陳碧君連忙上去主動解釋:「汪先生是應雲南龍宇主席的邀請,去昆明講演的。」
飛機起飛後不久,周智煣竟徑直走進駕駛室親自駕機。
汪填海等人大驚失色,擔心周智煣把飛機開回渝城。
曾正敏立刻示意同伴密切監視航向,隨時準備應付突發局面。
又過了一會,陳碧君透過機窗往下看,以為是嘉陵江與長江的匯合處,不由大驚:「周司令!你為什麼把我們送回渝城?」
曾仲鳴等人將右手插入口袋,緊握手槍。
周智煣大笑:「那是沱江與長江的匯合處,是瀘州,不是渝城。」
汪填海等人後背都出了一層冷汗。
飛機抵達雲南上空,周智煣離開駕駛室,笑問:「報告汪主席,您看我這個航空兵合不合格?」
汪填海早已一身冷汗,強裝笑臉,竟連說了三個「合格、合格,合格。」
大約中午午飯時間,飛機抵達昆明。
之前,汪填海曾通知龍宇,為了「不引起日寇注意,避免敵機中途截擊」,只請他一人去機場迎接,不要讓其他人知道,龍宇滿口應允。

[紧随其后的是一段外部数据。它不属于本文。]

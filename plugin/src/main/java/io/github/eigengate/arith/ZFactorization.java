package io.github.eigengate.arith;

import java.math.BigInteger;
import java.util.ArrayList;
import java.util.Arrays;
import java.util.Comparator;
import java.util.List;
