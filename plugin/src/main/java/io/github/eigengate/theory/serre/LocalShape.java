package io.github.eigengate.theory.serre;

import java.util.Locale;
import java.util.Objects;

/**
 * The local shape at p of an odd representation ρ̄ : G_Q → GL2(F̄_p): its restriction to the inertia
 * group I_p, together with the peu/très ramifié distinction where that notion applies.
 *
 * <p>Notation: ω is the mod-p cyclotomic character (fundamental character of level 1) and ω₂ a
 * fundamental character of level 2, so ω₂^{p+1} = ω, ω₂ has order p² − 1 and ω has order p − 1
 * (Serre, Duke Math. J. 54 (1987), §2.1). The four kinds are:
 * <ul>
 *   <li>{@link Kind#IRREDUCIBLE}: ρ̄|I_p ≅ ω₂^n ⊕ ω₂^{pn} with n ≢ 0 mod p + 1 (level 2; this is
 *       exactly the condition for ω₂^n ≠ ω₂^{pn}, i.e. for ρ̄|G_{Q_p} to be irreducible).</li>
 *   <li>{@link Kind#SPLIT}: ρ̄|I_p ≅ ω^a ⊕ ω^b (tame, semisimple).</li>
 *   <li>{@link Kind#NONSPLIT}: ρ̄|I_p ≅ (ω^a * ; 0 ω^b) with * ≠ 0 on I_p, i.e. a non-split extension of
 *       ω^b (quotient) by ω^a (sub); when a − b ≡ 1 mod p − 1 it is moreover peu ramifié
 *       (Serre 1987, §2.4).</li>
 *   <li>{@link Kind#TRES}: as NONSPLIT but très ramifié; this requires a − b ≡ 1 mod p − 1.</li>
 * </ul>
 *
 * <p>Canonical form (so that equal representations give equal values):
 * <ul>
 *   <li>irreducible: n is replaced by the least non-negative residue of {n, pn} modulo p² − 1
 *       (ω₂^n ⊕ ω₂^{pn} does not see the order of the two summands);</li>
 *   <li>reducible: a and b are reduced to [0, p − 2]; for SPLIT the pair is ordered a ≤ b, since
 *       ω^a ⊕ ω^b ≅ ω^b ⊕ ω^a. For NONSPLIT and TRES the order is meaningful: a is the sub, b the
 *       quotient.</li>
 * </ul>
 *
 * <p>Text forms: the table columns are a kind word {@code irreducible|split|nonsplit|tres} and an
 * exponent string {@code n} or {@code a;b}, read by {@link #parse(int, String, String)}; the whole value
 * prints as {@code p=5 nonsplit 1;2} and is read back by {@link #parse(String)}.
 */
public final class LocalShape {

    /** The kind of ρ̄|G_{Q_p}; see the class comment. */
    public enum Kind {
        IRREDUCIBLE, SPLIT, NONSPLIT, TRES;

        /** The table word: {@code irreducible}, {@code split}, {@code nonsplit} or {@code tres}. */
        public String word() {
            return name().toLowerCase(Locale.ROOT);
        }

        /**
         * Reads a table word (case-insensitive, surrounding whitespace ignored).
         *
         * @throws IllegalArgumentException if the word is not one of the four
         */
        public static Kind fromWord(String word) {
            Objects.requireNonNull(word, "kind word");
            String w = word.strip().toLowerCase(Locale.ROOT);
            for (Kind k : values()) {
                if (k.word().equals(w)) {
                    return k;
                }
            }
            throw new IllegalArgumentException(
                    "unknown shape word \"" + word + "\": expected irreducible, split, nonsplit or tres");
        }
    }

    private final int p;
    private final Kind kind;
    /** Canonical exponent for IRREDUCIBLE, else 0. */
    private final int n;
    /** Sub and quotient exponents in [0, p − 2] for the reducible kinds, else 0. */
    private final int a;
    private final int b;

    private LocalShape(int p, Kind kind, int n, int a, int b) {
        this.p = p;
        this.kind = kind;
        this.n = n;
        this.a = a;
        this.b = b;
    }

    /**
     * Returns the shape ρ̄|I_p ≅ ω₂^n ⊕ ω₂^{pn}.
     *
     * @param n any integer; it is taken modulo p² − 1 and then canonicalised (see class comment)
     * @throws IllegalArgumentException if p is not a prime ≥ 5 (p = 2, 3 have their own message), or if
     *     n ≡ 0 mod p + 1, in which case ω₂^n = ω^{n/(p+1)} has level 1 and the sum is reducible
     */
    public static LocalShape irreducible(int p, long n) {
        Primes.requireSupported(p);
        long q = (long) p * p - 1;
        long m = Math.floorMod(n, q);
        if (m % (p + 1) == 0) {
            throw new IllegalArgumentException("irreducible shape with n = " + n + " for p = " + p
                    + ": n ≡ 0 mod p + 1 = " + (p + 1) + ", so ω₂^n = ω^" + (m / (p + 1))
                    + " has level 1 and ω₂^n ⊕ ω₂^{pn} is reducible; use split/nonsplit instead");
        }
        long conj = (m * p) % q;
        return new LocalShape(p, Kind.IRREDUCIBLE, (int) Math.min(m, conj), 0, 0);
    }

    /**
     * Returns the reducible shape ρ̄|I_p ≅ (ω^a * ; 0 ω^b) of the given kind.
     *
     * @param kind SPLIT, NONSPLIT or TRES
     * @param a exponent of the sub (any integer, taken mod p − 1)
     * @param b exponent of the quotient (any integer, taken mod p − 1)
     * @throws IllegalArgumentException if p is not a supported prime, kind is IRREDUCIBLE, or kind is
     *     TRES and a − b ≢ 1 mod p − 1 (très ramifié only makes sense for an extension of ω^b by
     *     ω^{b+1}, Serre 1987, §2.4)
     * @throws NullPointerException if kind is null
     */
    public static LocalShape reducible(int p, Kind kind, long a, long b) {
        Primes.requireSupported(p);
        Objects.requireNonNull(kind, "kind");
        if (kind == Kind.IRREDUCIBLE) {
            throw new IllegalArgumentException("reducible(...) needs kind split, nonsplit or tres, not irreducible");
        }
        int ra = (int) Math.floorMod(a, (long) p - 1);
        int rb = (int) Math.floorMod(b, (long) p - 1);
        if (kind == Kind.TRES && Math.floorMod(ra - rb, p - 1) != 1) {
            throw new IllegalArgumentException("très ramifié shape with a = " + a + ", b = " + b + " for p = " + p
                    + ": très ramifié needs a − b ≡ 1 mod p − 1 = " + (p - 1));
        }
        if (kind == Kind.SPLIT && ra > rb) {
            return new LocalShape(p, kind, 0, rb, ra);
        }
        return new LocalShape(p, kind, 0, ra, rb);
    }

    /**
     * Reads the table columns: a kind word and an exponent string ({@code n} for irreducible,
     * {@code a;b} otherwise; signed decimal integers, whitespace around them ignored).
     *
     * @throws IllegalArgumentException if the word or the exponents are malformed, or the shape is
     *     rejected by {@link #irreducible(int, long)} / {@link #reducible(int, Kind, long, long)}
     */
    public static LocalShape parse(int p, String kindWord, String exponents) {
        Kind kind = Kind.fromWord(kindWord);
        Objects.requireNonNull(exponents, "exponents");
        if (kind == Kind.IRREDUCIBLE) {
            if (exponents.indexOf(';') >= 0) {
                throw new IllegalArgumentException("irreducible shape takes one exponent n, got \"" + exponents + "\"");
            }
            return irreducible(p, parseExponent(exponents, "n"));
        }
        String[] parts = exponents.split(";", -1);
        if (parts.length != 2) {
            throw new IllegalArgumentException(
                    kind.word() + " shape takes two exponents \"a;b\", got \"" + exponents + "\"");
        }
        return reducible(p, kind, parseExponent(parts[0], "a"), parseExponent(parts[1], "b"));
    }

    /**
     * Reads the form printed by {@link #toString()}: {@code p=<prime> <word> <exponents>}, tokens
     * separated by whitespace.
     *
     * @throws IllegalArgumentException if the text does not have that form or the shape is invalid
     */
    public static LocalShape parse(String text) {
        Objects.requireNonNull(text, "text");
        String[] tokens = text.strip().split("\\s+");
        if (tokens.length != 3 || !tokens[0].startsWith("p=")) {
            throw new IllegalArgumentException(
                    "local shape \"" + text + "\": expected \"p=<prime> <kind> <exponents>\"");
        }
        int p;
        try {
            p = Integer.parseInt(tokens[0].substring(2));
        } catch (NumberFormatException e) {
            throw new IllegalArgumentException("local shape \"" + text + "\": p is not an integer", e);
        }
        return parse(p, tokens[1], tokens[2]);
    }

    private static long parseExponent(String s, String name) {
        try {
            return Long.parseLong(s.strip());
        } catch (NumberFormatException e) {
            throw new IllegalArgumentException("exponent " + name + " = \"" + s + "\" is not an integer", e);
        }
    }

    /** The prime p (≥ 5). */
    public int p() {
        return p;
    }

    /** The kind. */
    public Kind kind() {
        return kind;
    }

    /** True iff the kind is IRREDUCIBLE. */
    public boolean isIrreducible() {
        return kind == Kind.IRREDUCIBLE;
    }

    /**
     * The canonical level-2 exponent n ∈ [0, p² − 2]: the lesser of the residues of n and pn.
     *
     * @throws IllegalStateException if the shape is reducible
     */
    public int n() {
        if (kind != Kind.IRREDUCIBLE) {
            throw new IllegalStateException("n() is only defined for irreducible shapes, this is " + this);
        }
        return n;
    }

    /**
     * The exponent a ∈ [0, p − 2] of the sub ω^a (for SPLIT: the smaller exponent).
     *
     * @throws IllegalStateException if the shape is irreducible
     */
    public int a() {
        requireReducible("a()");
        return a;
    }

    /**
     * The exponent b ∈ [0, p − 2] of the quotient ω^b (for SPLIT: the larger exponent).
     *
     * @throws IllegalStateException if the shape is irreducible
     */
    public int b() {
        requireReducible("b()");
        return b;
    }

    private void requireReducible(String what) {
        if (kind == Kind.IRREDUCIBLE) {
            throw new IllegalStateException(what + " is only defined for reducible shapes, this is " + this);
        }
    }

    /**
     * Returns the shape of ρ̄ ⊗ ω^j: n ↦ n + j(p + 1) (as ω = ω₂^{p+1}), (a, b) ↦ (a + j, b + j);
     * the kind is unchanged (twisting by a character does not change (non-)splitting, nor the
     * peu/très ramifié class of ρ̄ ⊗ ω^{−b}).
     */
    public LocalShape twist(int j) {
        if (kind == Kind.IRREDUCIBLE) {
            long q = (long) p * p - 1;
            return irreducible(p, Math.floorMod(n + (long) j * (p + 1), q));
        }
        return reducible(p, kind, (long) a + j, (long) b + j);
    }

    /** The exponent string of the table: {@code n} or {@code a;b}, canonical. */
    public String exponents() {
        return kind == Kind.IRREDUCIBLE ? Integer.toString(n) : a + ";" + b;
    }

    /** Returns {@code p=<p> <word> <exponents>}, e.g. {@code p=7 tres 3;2}. */
    @Override
    public String toString() {
        return "p=" + p + " " + kind.word() + " " + exponents();
    }

    @Override
    public boolean equals(Object o) {
        if (this == o) {
            return true;
        }
        if (!(o instanceof LocalShape other)) {
            return false;
        }
        return p == other.p && kind == other.kind && n == other.n && a == other.a && b == other.b;
    }

    @Override
    public int hashCode() {
        return Objects.hash(p, kind, n, a, b);
    }
}
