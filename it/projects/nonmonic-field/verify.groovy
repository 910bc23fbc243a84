// A field polynomial that is not monic.
def log = new File(basedir, "build.log").getText("UTF-8")
def expect = { String line -> assert log.contains(line) : "missing in build.log: " + line }
expect('[ERROR] data/forms.csv:4:5: error [table-format] form=lev23_wt2_o1: expected a monic irreducible polynomial in x with integer coefficients, found 2*x^2 - x - 1; the field polynomial is not monic')
assert !(log =~ /(?m)^\s+at [\w.$]+\(/) : "a stack trace reached the log"
return true
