package io.github.eigengate.bench;

import io.github.eigengate.arith.WeierstrassModel;
import io.github.eigengate.engine.Gate;
import io.github.eigengate.engine.Report;
import io.github.eigengate.engine.Settings;
import io.github.eigengate.theory.Arith;
import io.github.eigengate.theory.curves.Traces;
import java.nio.file.Path;
import java.util.Arrays;
import java.util.List;

/**
 * The curve benchmark of docs/benchmarks.md (not a test), run by {@code bench/curves.sh}: a_p(E) for every prime
 * p ≤ 10^6 of the conductor-5077 curve [0,0,1,-7,6] against PARI/GP's {@code ellan(E, 10^6)} timed by the script in
 * the same run, and the whole gate (all checks) on a dataset of that form with a_n for n ≤ 10^6 (from gp's ellan)
 * and its curve. Best of 5 after warm-up. Times are CPU time of the running thread, as gp's {@code gettime()}
 * measures CPU time: on a shared machine wall-clock time mostly measures the other jobs. Wall time is printed too.
 *
 * <p>Arguments: the gp time in ms, the dataset directory (both optional: without them only a_p is timed).
 */
public final class CurveBench {

    private static final java.lang.management.ThreadMXBean CPU =
            java.lang.management.ManagementFactory.getThreadMXBean();

    private CurveBench() {
    }

    public static void main(String[] args) {
        long gpMs = args.length > 0 ? Long.parseLong(args[0]) : -1;
        WeierstrassModel e = WeierstrassModel.of(0, 0, 1, -7, 6);
        int[] primes = primes(1_000_000);
        long checksum = 0;
        long best = Long.MAX_VALUE;
        long bestWall = Long.MAX_VALUE;
        for (int r = 0; r < 7; r++) {
            long w0 = System.nanoTime();
            long t0 = CPU.getCurrentThreadCpuTime();
            long[] ap = Traces.of(e, primes);
            long t = CPU.getCurrentThreadCpuTime() - t0;
            if (r >= 2) {
                best = Math.min(best, t);
                bestWall = Math.min(bestWall, System.nanoTime() - w0);
            }
            checksum = Arrays.stream(ap).sum();
        }
        long ms = best / 1_000_000;
        System.out.printf("eigengate a_p(E), p <= 10^6 (%d primes): %d ms CPU, %d ms wall (sum of a_p = %d)%n",
                primes.length, ms, bestWall / 1_000_000, checksum);
        if (gpMs > 0) {
            System.out.printf("PARI/GP ellan(E, 10^6):                 %d ms%n", gpMs);
            System.out.printf("ratio eigengate / PARI/GP:              %.2f (issue: at most 2)%n", (double) ms / gpMs);
        }
        if (args.length > 1) {
            Gate gate = new Gate(Settings.defaults());
            List<Gate.Dataset> data = List.of(new Gate.Dataset(Path.of(args[1]), "data"));
            long g = Long.MAX_VALUE;
            long gWall = Long.MAX_VALUE;
            Report last = null;
            for (int r = 0; r < 7; r++) {
                long w0 = System.nanoTime();
                long t0 = CPU.getCurrentThreadCpuTime();
                last = gate.run(data);
                if (r >= 2) {
                    g = Math.min(g, CPU.getCurrentThreadCpuTime() - t0);
                    gWall = Math.min(gWall, System.nanoTime() - w0);
                }
            }
            System.out.printf("whole gate, a_n for n <= 10^6 and the curve: %d ms CPU, %d ms wall, warm (issue: "
                    + "under 3000 ms); %d findings, %d coefficient rows%n", g / 1_000_000, gWall / 1_000_000,
                    last.findings().size(), last.rows());
            last.findings().stream().limit(5).forEach(f -> System.out.println("  " + f.line()));
            if (args.length > 2) { // per check: the gate with only that one (and table-format)
                for (String id : Gate.knownIds()) {
                    java.util.Set<String> skip = new java.util.HashSet<>(Gate.knownIds());
                    skip.remove(id);
                    Gate one = new Gate(new Settings(Settings.DEFAULT_MAX_FINDINGS, skip, false));
                    long b = Long.MAX_VALUE;
                    for (int r = 0; r < 3; r++) {
                        long t0 = CPU.getCurrentThreadCpuTime();
                        one.run(data);
                        b = Math.min(b, CPU.getCurrentThreadCpuTime() - t0);
                    }
                    System.out.printf("  only %-20s %d ms CPU%n", id, b / 1_000_000);
                }
            }
        }
    }

    private static int[] primes(int bound) {
        int[] spf = Arith.smallestPrimeFactors(bound);
        return java.util.stream.IntStream.rangeClosed(2, bound).filter(n -> spf[n] == n).toArray();
    }
}
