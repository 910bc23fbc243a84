package io.github.eigengate.bench;

import io.github.eigengate.arith.NumberField;
import io.github.eigengate.arith.QPoly;
import io.github.eigengate.arith.Rational;
import io.github.eigengate.arith.RealRoots;
import java.io.BufferedReader;
import java.io.IOException;
import java.io.InputStreamReader;
import java.math.BigInteger;
import java.nio.charset.StandardCharsets;
import java.nio.file.Files;
import java.nio.file.Path;
import java.util.ArrayList;
import java.util.List;
import java.util.zip.GZIPInputStream;

/**
 * Ramanujan–Petersson on one Hecke orbit: for every a_p of the data file (bench/data/&lt;orbit&gt;.csv.gz, written by
 * bench/gp/orbits.gp), the characteristic polynomial χ of a_p and the exact decision "every root α of χ is real with
 * α² ≤ 4p^(k−1)" — the work of the ramanujan-bound check. PARI/GP side: bench/gp/ramanujan.gp, {@code charpoly(Mod(a,
 * f))} and {@code polsturm} of the root-squared χ(x)χ(−x) on [0, 4p^(k−1)]. Checksum: the number of a_p within the
 * bound and Σ χ(1) mod 10^9 + 7.
 */
final class RamanujanRow implements Bench.Row {

    private static final BigInteger M = BigInteger.valueOf(1_000_000_007L);

    private final String name;
    private final String orbit;
    private final int weight;

    RamanujanRow(String name, String orbit, int weight) {
        this.name = name;
        this.orbit = orbit;
        this.weight = weight;
    }

    @Override
    public String name() {
        return name;
    }

    @Override
    public String title() {
        return "Ramanujan–Petersson (charpoly + real-root decision) on every a_p of " + orbit + " (k = " + weight + ")";
    }

    @Override
    public int warmUp() {
        return weight > 2 ? 1 : 3;
    }

    @Override
    public Bench.Task prepare(Path work) throws IOException {
        List<String[]> rows = read(Bench.root().resolve("bench/data/" + orbit + ".csv.gz"));
        NumberField k = NumberField.of(QPoly.parse(rows.get(0)[1]));
        List<Integer> primes = new ArrayList<>();
        List<QPoly> values = new ArrayList<>();
        for (String[] r : rows.subList(1, rows.size())) {
            primes.add(Integer.parseInt(r[0]));
            values.add(QPoly.parse(r[1]));
        }
        return () -> {
            List<NumberField.Element> fresh = new ArrayList<>(); // no cached characteristic polynomial
            for (QPoly v : values) {
                fresh.add(k.element(v));
            }
            int within = 0;
            BigInteger sum = BigInteger.ZERO;
            for (int i = 0; i < fresh.size(); i++) {
                QPoly chi = fresh.get(i).charPoly();
                BigInteger bound = BigInteger.valueOf(primes.get(i)).pow(weight - 1).shiftLeft(2);
                if (RealRoots.allRootsRealWithSquareAtMost(chi, Rational.of(bound))) {
                    within++;
                }
                sum = sum.add(chi.evaluate(Rational.ONE).num());
            }
            return within + " " + sum.mod(M);
        };
    }

    @Override
    public List<String> gp(Path work) {
        return List.of("bench/gp/ramanujan.gp", "data=\"" + unpacked(work) + "\"", "k=" + weight);
    }

    /** gp reads plain text: the data file unpacked under the work directory. */
    private Path unpacked(Path work) {
        Path out = work.resolve(orbit + ".csv").toAbsolutePath();
        try (GZIPInputStream in = new GZIPInputStream(Files.newInputStream(
                Bench.root().resolve("bench/data/" + orbit + ".csv.gz")))) {
            Files.write(out, in.readAllBytes());
        } catch (IOException e) {
            throw new IllegalStateException(e);
        }
        return out;
    }

    /** The data rows (comments and the header skipped): first {@code field,<f>}, then {@code p,<a_p>}. */
    static List<String[]> read(Path file) throws IOException {
        List<String[]> rows = new ArrayList<>();
        try (BufferedReader in = new BufferedReader(new InputStreamReader(
                new GZIPInputStream(Files.newInputStream(file)), StandardCharsets.UTF_8))) {
            String line;
            while ((line = in.readLine()) != null) {
                if (line.isEmpty() || line.startsWith("#") || line.equals("p,value")) {
                    continue;
                }
                int c = line.indexOf(',');
                rows.add(new String[] {line.substring(0, c), line.substring(c + 1)});
            }
        }
        return rows;
    }
}
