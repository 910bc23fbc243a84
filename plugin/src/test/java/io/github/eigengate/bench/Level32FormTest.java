package io.github.eigengate.bench;

import static org.junit.jupiter.api.Assertions.assertEquals;

import io.github.eigengate.engine.Fixture;
import org.junit.jupiter.api.Test;

/** The benchmark's generated level-32 coefficients against PARI/GP (bench/level32.csv, command in its header). */
class Level32FormTest {

    @Test
    void agreesWithPariEllan() {
        int[] a = Level32Form.coefficients(2000);
        Fixture gp = Fixture.of("bench/level32.csv");
        int n = 0;
        for (String line : gp.text().split("\n")) {
            if (line.isEmpty() || line.startsWith("#") || line.startsWith("n,")) {
                continue;
            }
            String[] c = line.split(",");
            assertEquals(Integer.parseInt(c[1]), a[Integer.parseInt(c[0])], "a_" + c[0]);
            n++;
        }
        assertEquals(2000, n);
    }
}
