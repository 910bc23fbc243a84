// A curve of the right conductor but another isogeny class fails the traces check at p = 2 (PARI/GP: ellap(ellinit([0,1,1,-23,-50]), 2) = 0).
def log = new File(basedir, "build.log").getText("UTF-8")
def expect = { String line -> assert log.contains(line) : "missing in build.log: " + line }
expect('[ERROR] data/curves.csv:3:2: error [curve-traces] form=f37 p=2: expected a_2 = -2 (data/coefficients.csv:24), found a_2 = 0 (the curve); a_p of the curve [0,1,1,-23,-50] must equal a_p of the form (modularity); they differ at 7 of the 8 primes p ≤ 19 of the table')
expect('[ERROR] eigengate: 1 error, 0 warnings, 0 notes in 1 dataset')
assert !(log =~ /(?m)^\s+at [\w.$]+\(/) : "a stack trace reached the log"
return true
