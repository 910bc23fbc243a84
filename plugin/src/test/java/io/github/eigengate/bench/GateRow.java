package io.github.eigengate.bench;

import io.github.eigengate.engine.Gate;
import io.github.eigengate.engine.Report;
import io.github.eigengate.engine.Settings;
import java.io.BufferedReader;
import java.io.BufferedWriter;
import java.io.IOException;
import java.nio.charset.StandardCharsets;
import java.nio.file.Files;
import java.nio.file.Path;
import java.util.Arrays;
import java.util.List;
import org.apache.commons.csv.CSVFormat;
import org.apache.commons.csv.CSVParser;
import org.apache.commons.csv.CSVRecord;

/**
 * The whole gate (all checks) against a plain commons-csv parse of the same coefficient table: {@code forms} copies
 * (distinct ids) of the level-32 newform with a_n for n ≤ {@code rows} each ({@link Level32Form}). Rounds are
 * interleaved (parse, gate) so that load on the machine hits both; the figure is parse time / gate time, i.e. the
 * gate's speed as a fraction of the parse's.
 */
final class GateRow implements Bench.Report {

    private final String name;
    private final int forms;
    private final int rows;

    GateRow(String name, int forms, int rows) {
        this.name = name;
        this.forms = forms;
        this.rows = rows;
    }

    @Override
    public String name() {
        return name;
    }

    @Override
    public String title() {
        return "whole gate vs plain commons-csv parse, " + forms + " form(s) x " + rows + " rows";
    }

    @Override
    public String measure(Path work) throws IOException {
        Path dir = dataset(work, forms, rows);
        Path table = dir.resolve("coefficients.csv");
        parse(table);
        gateOnce(dir);
        long[] parse = new long[5];
        long[] gate = new long[5];
        for (int i = 0; i < 5; i++) {
            long t0 = Bench.cpuNanos();
            parse(table);
            parse[i] = Bench.cpuNanos() - t0;
            t0 = Bench.cpuNanos();
            gateOnce(dir);
            gate[i] = Bench.cpuNanos() - t0;
        }
        return String.format("parse min %.0f ms median %.0f ms; gate min %.0f ms median %.0f ms;"
                        + " gate speed / parse speed: min-based %.2f, median-based %.2f (%.1f MB, %,d rows)",
                Bench.ms(Bench.min(parse)), Bench.ms(Bench.median(parse)), Bench.ms(Bench.min(gate)),
                Bench.ms(Bench.median(gate)), (double) Bench.min(parse) / Bench.min(gate),
                (double) Bench.median(parse) / Bench.median(gate), Files.size(table) / 1e6, (long) forms * rows);
    }

    /** Writes (once) forms.csv and coefficients.csv under work/gate-&lt;forms&gt;x&lt;rows&gt;. */
    static Path dataset(Path work, int forms, int rows) throws IOException {
        Path dir = work.resolve("gate-" + forms + "x" + rows);
        Path table = dir.resolve("coefficients.csv");
        if (Files.exists(table)) {
            return dir;
        }
        Files.createDirectories(dir);
        int[] a = Level32Form.coefficients(rows);
        try (BufferedWriter w = Files.newBufferedWriter(dir.resolve("forms.csv"), StandardCharsets.UTF_8)) {
            w.write("id,level,weight\n");
            for (int i = 0; i < forms; i++) {
                w.write("cm" + i + ",32,2\n");
            }
        }
        Path tmp = dir.resolve("coefficients.tmp");
        try (BufferedWriter w = Files.newBufferedWriter(tmp, StandardCharsets.UTF_8)) {
            w.write("form,n,value\n");
            for (int i = 0; i < forms; i++) {
                String id = "cm" + i + ",";
                for (int n = 1; n <= rows; n++) {
                    w.write(id);
                    w.write(Integer.toString(n));
                    w.write(',');
                    w.write(Integer.toString(a[n]));
                    w.write('\n');
                }
            }
        }
        Files.move(tmp, table);
        return dir;
    }

    /** commons-csv with a header, touching the three cells of every record and nothing else. */
    static long parse(Path table) throws IOException {
        CSVFormat format = CSVFormat.RFC4180.builder().setHeader().setSkipHeaderRecord(true).get();
        long sink = 0;
        try (BufferedReader in = Files.newBufferedReader(table, StandardCharsets.UTF_8);
             CSVParser p = CSVParser.builder().setReader(in).setFormat(format).get()) {
            for (CSVRecord r : p) {
                sink += r.get(0).length() + r.get(1).length() + r.get(2).length();
            }
        }
        return sink;
    }

    /** Runs the gate once; real data must pass (exit status 3 from the heap row's child otherwise). */
    static void gateOnce(Path dir) {
        Report r = new Gate(Settings.defaults()).run(List.of(new Gate.Dataset(dir, "bench")));
        if (r.failed()) {
            throw new IllegalStateException("real data failed: " + r.findings().get(0).line());
        }
    }

    @Override
    public String toString() {
        return name + Arrays.toString(new int[] {forms, rows});
    }
}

但汪填海到昆明時,省府各廳、署、局長,都在機場列隊迎候,滿街掛了旗幟,軍樂隊也大吹大擂起來。
如此大張旗鼓,令汪填海做賊心虛,一見當時的場面,大不高興,害怕陰謀暴露,於是佯稱「因飛機顛簸太甚,脈搏時有間歇」,身體不適,拒不見客。
只與龍宇作了數小時的密談,並透露他將到香港與日本人商談「和平條件」。
龍宇請汪副總裁等在昆明多留數日,以便一盡地主之誼。
汪填海斷然拒絕,他擔心夜長夢多,便以‘心繫國家,當即刻啟程’為理由令龍宇準備飛機。
第二天,汪填海等人便由昆明逃到了河內。
為製造假象,汪填海在起飛前還曾打電報給黃山官邸,佯稱赴昆時因「飛行過高,身體不適,且脈搏時有間歇現象,決多留一日,再行返渝。」
……
上海。
民國二十七年十二月二十一日,程千帆做東,他設宴為川田篤人接風洗塵,同時也祝賀他履新日軍駐上海憲兵司令部參謀一職。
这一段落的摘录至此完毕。